Assigned task:
Whenever the word "WorkOrderBookingHistory" appears in a line of the data below, copy that line.

Source records:
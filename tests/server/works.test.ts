// Work orders: double-booking refused by the database and the API, the tenant's answer, calendar
// files, case status following its orders, completion evidence and the monitoring reminders.
import ICAL from "ical.js";
import { afterAll, beforeAll, describe, expect, it } from "vitest";
import { Case } from "../../server/modules/cases/case.entity.js";
import { OperativeSlot } from "../../server/modules/works/operative-slot.entity.js";
import { appointmentIcs } from "../../server/modules/works/appointment.js";
import { makeLandlord, makeProperty, makeTenant, makeUser, PASSWORD } from "../support/factories.js";
import { jpegWithGps } from "../support/images.js";
import { mailSettled, outboxCount, outboxRows } from "../support/outbox.js";
import { createTestApp, signedInClient, type Client, type TestApp } from "../support/test-app.js";
import { bankHolidayDates, localDate } from "../../src/lib/domain/working-days.js";
import { daysAgo, daysAhead, hoursAgo, msAgo, testClock, workingDayAhead, workingDaysAhead } from "../support/test-clock.js";

let t: TestApp;
let landlord: Awaited<ReturnType<typeof makeLandlord>>;
let officer: Client;
let lead: Client;
let tenant: Client;
let neighbour: Client;
let operative2Id: number;
const report = {
  description: "Black mould on the bathroom ceiling and the window.",
  locations: ["ceiling"],
  observations: ["mould-spots"],
};
const inspection = {
  inspectedAt: hoursAgo(1).toISOString(),
  cause: "condensation",
  mouldExtent: "under-1-m2",
  findings: "Extract fan not working; condensation mould on the ceiling above the bath.",
  roomReadings: [],
};
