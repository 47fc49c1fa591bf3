// The shapes of the maintenance journey's API (GET/PATCH /api/work-orders, GET/POST /api/contractors),
// as the works contract sets them out. The client keeps its own copy of the value lists: it never
// imports server code.

export const WORK_ORDER_TYPES = [
  "extractor-fan",
  "fan-upgrade",
  "trickle-vents",
  "door-undercut",
  "piv-unit",
  "mould-wash",
  "mould-resistant-decoration",
  "insulation",
  "draught-proofing",
  "heating",
  "leak-repair",
  "roof-gutter",
  "damp-proofing",
  "other",
] as const;
export type WorkOrderType = (typeof WORK_ORDER_TYPES)[number];

export const WORK_ORDER_PRIORITIES = ["emergency", "urgent", "routine"] as const;
export type WorkOrderPriority = (typeof WORK_ORDER_PRIORITIES)[number];

/** unscheduled → scheduled (proposed to the tenant) → confirmed | change-requested → (scheduled again) → done; or cancelled. */
export const WORK_ORDER_STATUSES = ["unscheduled", "scheduled", "change-requested", "confirmed", "done", "cancelled"] as const;
export type WorkOrderStatus = (typeof WORK_ORDER_STATUSES)[number];

/** am 8–12, pm 12–17, all-day 8–17, London time. */
export const SLOT_WINDOWS = ["am", "pm", "all-day"] as const;
export type SlotWindow = (typeof SLOT_WINDOWS)[number];

export type BookingResponse = "confirmed" | "change-requested";

export interface WorkOrderSlot {
  /** A London calendar date, YYYY-MM-DD. */
  date: string;
  window: SlotWindow;
  startsAt: string;
  endsAt: string;
}

export interface WorkOrderBookingHistory {
  id: number;
  date: string;
  window: SlotWindow;
  assignee: { id: number; name: string } | null;
  contractor: { id: number; name: string } | null;
  state: "active" | "replaced" | "cancelled";
  response: BookingResponse | null;
  reason: string | null;
  createdAt: string;
}

export interface WorkOrder {
  id: number;
  caseId: number;
  caseReference: string | null;
  status: WorkOrderStatus | string;
  type: WorkOrderType | string;
  description: string;
  priority: WorkOrderPriority | string;
  /** YYYY-MM-DD */
  targetDate: string;
  rooms: { id: number; name: string }[];
  property: { id: number; addressLine1: string; town: string; postcode: string; estate: string };
  assignee: { id: number; name: string } | null;
  contractor: { id: number; name: string; email?: string } | null;
  slot: WorkOrderSlot | null;
  /** The tenant's answer to the current booking. */
  booking: { response: BookingResponse | null; reason: string | null; respondedAt: string | null } | null;
  /** Staff only: the booking history. */
  bookings?: WorkOrderBookingHistory[];
  /** Staff only: household notes and vulnerability in words, for the operative. */
  accessNotes?: string | null;
  completion: { at: string; by: string; note: string; materials: string | null; minutesOnSite: number | null; followOn: string | null } | null;
  createdAt: string;
}

export interface WorkOrderPage {
  items: WorkOrder[];
  total: number;
  page: number;
  pageSize: number;
}

/** PATCH /api/work-orders/:id to book (or rebook) an operative or a contractor. */
export type ScheduleBody =
  | { assigneeId: number; slot: { date: string; window: SlotWindow } }
  | { contractorId: number; slot: { date: string; window: SlotWindow } };

export interface Contractor {
  id: number;
  name: string;
  email: string;
  phone: string | null;
  trade: string | null;
}

export interface ContractorInput {
  name: string;
  email: string;
  phone?: string;
  trade?: string;
}
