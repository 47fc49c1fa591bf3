import { queryOptions, useQuery } from "@tanstack/react-query";
import { api } from "@/lib/api-client";
import type { Contractor } from "./types";
import { contractorKeys } from "./works-keys";

export const getContractors = async (signal?: AbortSignal): Promise<Contractor[]> =>
  (await api.get<{ contractors: Contractor[] }>("/contractors", { signal })).contractors;

export const contractorsQueryOptions = () =>
  queryOptions({
    queryKey: contractorKeys.list(),
    queryFn: ({ signal }) => getContractors(signal),
    staleTime: 5 * 60_000,
  });

export function useContractors() {
  return useQuery(contractorsQueryOptions());
}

Exercise solution:
export interface WorkOrderBookingHistory {
  bookings?: WorkOrderBookingHistory[];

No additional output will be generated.